Den Abgeordneten im Ausschuss verriet Beuth auch an diesem Tag nicht die Zahl der "weiteren Personen", gegen die außerdem noch ermittelt wird. Damit brachte er Günter Rudolph, den Parlamentarischen Geschäftsführer der SPD-Fraktion, endgültig auf die Palme: "Das ist absurd! Das ist lächerlich! Das ist langsam skandalös!", schimpfte er. Wieder einmal verhindere der Innenminister, dass das Parlament seinem Kontrollauftrag nachkomme.

Wie den Sumpf trocken legen?

Linken-Politiker Felstehausen begreift Beuths Informationspolitik als gravierenden Fehler im Kampf gegen Rechts. Der Fall von Spangenberg habe schließlich das gleiche Muster wie andere, die zu Taten wurden: die Anschläge von Hanau und Halle zum Beispiel. "Wir müssen doch wissen, was gebraucht wird, um diesen Sumpf trockenzulegen."

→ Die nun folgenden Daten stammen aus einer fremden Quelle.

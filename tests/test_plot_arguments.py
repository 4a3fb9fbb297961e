"""What a notebook user hands to a result's ``plot``: a run label as a name or a dict of
the config's ``[run]`` keys (as peaksift.RunLabel), and a path that cannot be written is an
OutputError naming it, never matplotlib's raw exception.

Reference for the label's text: the values given here, as the figure must show them.
"""

from __future__ import annotations

import numpy as np
import pytest

import peaksift
from peaksift import InputError, MassHistogram, OutputError


@pytest.fixture(scope="module")
def results():
    rng = np.random.default_rng(4)
    m = np.concatenate([100.0 + rng.exponential(40.0, 5000), rng.normal(200.0, 3.0, 150)])
    h = MassHistogram.from_masses(m[m < 300.0], bins=100, range=(100.0, 300.0))
    fit = peaksift.fit(h, "gaussian", "exponential", start={"mass": 200.0})
    scan = peaksift.scan(h, "gaussian", "exponential", 30, absolute_resolution=3.0,
                         refit=False)
    lim = peaksift.upper_limits(h, "gaussian", "exponential", [150.0, 250.0],
                                absolute_resolution=3.0)
    return fit, scan, lim


def _texts(fig) -> str:
    return "\n".join(t.get_text() for ax in fig.axes for t in ax.texts)


@pytest.mark.parametrize("which", [0, 1, 2])
def test_run_label_as_a_name_or_a_dict(results, which):
    r = results[which]
    fig = r.plot(run={"name": "my run", "sqrt_s": 13.5, "luminosity": 30})
    text = _texts(fig)
    assert "my run" in text and "13.5 TeV" in text and "30 fb" in text
    assert "her run" in _texts(r.plot(run="her run"))
    same = r.plot(run=peaksift.RunLabel(name="my run", sqrt_s=13.5, luminosity=30.0))
    assert _texts(same) == text
    with pytest.raises(InputError, match="unknown key"):
        r.plot(run={"name": "x", "energy": 13})
    with pytest.raises(InputError, match="run label"):
        r.plot(run=42)


@pytest.mark.parametrize("which", [0, 1, 2])
def test_unwritable_paths_are_output_errors(results, which, tmp_path):
    r = results[which]
    with pytest.raises(OutputError, match="no_such_folder"):
        r.plot(tmp_path / "no_such_folder" / "x.png")
    with pytest.raises(OutputError, match="x.pnj"):
        r.plot(tmp_path / "x.pnj")
    r.plot(tmp_path / "x.png")
    assert (tmp_path / "x.png").read_bytes()[:8] == b"\x89PNG\r\n\x1a\n"  # PNG signature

Weder transparent noch vertrauensfördernd findet auch die FDP den Umgang mit dem Wissen von der CDU-Verbindung des Verdächtigen. Ihr Abgeordneter Stefan Müller wies darauf hin, dass die ressortbedingt ebenfalls involverte und informierte Justizministerin Eva Kühne-Hörmann ja Vize-Vorsitzende eben jenes Parteibezirks sei, dem auch die CDU in Spangenberg angehört. "Es wäre schon interessant zu wissen, ob vor dem Landtag die CDU informiert wurde." Aus dem Innenministerium, so sagte Beuth, sei nichts an die Partei herausgegangen.

Ein ganz anderes Problem

Und dass jemand wie Marvin E. für die CDU in Stadt- und Ortsparlament kandidieren konnte? Man müsse eben gut aufpassen, wen man auf seine Liste nehme - die Empfehlung der FDP kam zwar. Aber die Beteuerung der CDU aus Spangenberg, man habe doch nicht ahnen können, wen man da angeworben habe: Sie bezweifelte im Landtagsausschuss niemand.

Auch die Linke kennt das dahinterstehende Problem: Engagiertes Personal für ehrenamtliche Lokalpolitik ist rar. "Da ist man natürlich froh, überhaupt jemanden zu finden."